Emprender un viaje por tierra en estos días es toda una aventura, para sobrevivir ileso a él hay que disponer de mucha paciencia y por sobre todo mucho enfoque en lo que se está haciendo, una mínima pestañada puede significar perder la vida o enfrentar un accidente grave, el conductor solo tiene dos alternativas: hacer todo un viaje estresado, que en algunos casos puede durar el doble o triple de lo supuesto, o relajarse e intentar sacar provecho de esta experiencia que parece aburrida y dura; a pesar de ello, toda vez que empiezo una jornada de estas opto por esta última opción.

De partida es recomendable ponerse en la manos del Creador pues uno nunca sabe con cual tipo de fieras se conseguirá en la vía, lo curioso que este repertorio de fieras no incluye animales silvestres ni domesticos, detalle muy curioso pues antes el peligro lo constituía el ganado suelto o algún perro que se atravesara; ¡nada de eso!, las fieras las personifican personas de carne y hueso que pese a tener aspecto humano, mas bien configuran toda una gama de fieras, por lo agresivos, por el escaso concepto de respeto a leyes y reglamentos y por sobre todo por su absoluta ausencia de temor del peligro, peligro que la más de las veces son producidos por ellos mismos con maniobras de adelantamiento y velocidades verdaderamente imprudentes, aparte están las fallas de borde y la “ huecamentasón”, ante esto, viajar de noche la aventura se torna temeraria.

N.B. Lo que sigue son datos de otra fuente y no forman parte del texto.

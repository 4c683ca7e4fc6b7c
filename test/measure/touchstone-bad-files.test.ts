// Bad Touchstone files (test/fixtures/touchstone/bad): wrong option lines, missing values, text in numbers,
// too many ports or values, frequencies not increasing, unknown or misplaced keywords, truncated files, H, G
// and mixed-mode data. Each must be refused with exactly the located messages of expected.txt (reviewed by
// hand against the Touchstone File Format Specification 2.0, IBIS Open Forum, 2009), and never read.

import { readdirSync, readFileSync } from 'node:fs';
import { fileURLToPath } from 'node:url';
import { describe, expect, it } from 'vitest';
import { readTouchstone } from '../../src/measure/touchstone-read.js';

const BAD = fileURLToPath(new URL('../fixtures/touchstone/bad/', import.meta.url));
const expected = new Map<string, string[]>();
for (const line of readFileSync(BAD + 'expected.txt', 'utf8').split('\n')) {
  if (line === '' || line.startsWith('#')) continue;
  const name = line.slice(0, line.indexOf(':'));
  expected.set(name, [...(expected.get(name) ?? []), line]);
}
const cases = readdirSync(BAD).filter((n) => n !== 'expected.txt').sort();

describe('bad Touchstone files', () => {
  it('at least 25 cases, each listed in expected.txt, and nothing listed that is not a case', () => {
    expect(cases.length).toBeGreaterThanOrEqual(25);
    expect(cases.filter((c) => !expected.has(c))).toEqual([]);
    expect([...expected.keys()].filter((c) => !cases.includes(c))).toEqual([]);
  });

  it.each(cases)('%s', (name) => {
    const result = readTouchstone(readFileSync(BAD + name, 'utf8'), name);
    expect(result.ok).toBe(false);
    if (result.ok) return;
    const lines = result.errors.map((e) => `${e.file}:${e.line}:${e.column}: ${e.message}`);
    expect(lines).toEqual(expected.get(name));
    for (const e of result.errors) {
      expect(e.line).toBeGreaterThanOrEqual(1);
      expect(e.column).toBeGreaterThanOrEqual(1);
    }
  });
});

Esto solo será nuevo para quienes no se han movido de la localidad en mucho tiempo, para mi ha representado todo un ejercicio donde pude encontrar su congruencia con lo que es el viaje por la vida del hombre.

Tenemos marcada la fecha de fabricación pero nadie conoce su fecha de vencimiento, el viaje se inicia cuando nacemos y termina con la muerte, pero esa fecha nadie sabe cuando llegará, detalle curioso si se piensa que esa cantidad de desafiadores del peligro actúan como si estuviesen seguros que ese día nunca llegará, esos mismos son los que muchas veces nos hacen sentir que actuamos como verdaderos tontos por respetar reglas y ser precavidos evitando el peligro.

Nuestra ruta de vida también está plagada de huecos que constituyen verdaderas trampas donde caer y extraviar la brújula. En este camino también hay publicidad que induce a extraviar la meta: lujuria, alcohol y negocios deshonestos. Hay quienes “viajan de noche” otros de día, de noche hacerlo con “luz baja” constituye un suicidio, hacerlo con la alta un crimen al encandilar a quien se desplaza en dirección contraria, siempre es mejor hacerlo de día a la luz de Dios.

Nuestro viaje por esta tierra está llena de dificultades para probar como nos conducimos y qué tanto respetamos las leyes del Creador, al final, tras nuestra partida, recibiremos nuestras licencias para conducir rumbo al premio o rumbo al castigo.

“Es muy fácil andar por el camino que lleva a la perdición, porque es un camino ancho. ¡Y mucha gente va por ese camino!. Pero es muy difícil andar por el camino que lleva a la vida, porque es un camino muy angosto. Por eso son muy pocos los que lo encuentran” (Mateo 7:13-14 Versión Lenguaje Actual).

¿Como maneja usted su vida?, ¿está enfocada en su salvación?, ¿conoce usted su fecha de vencimiento?.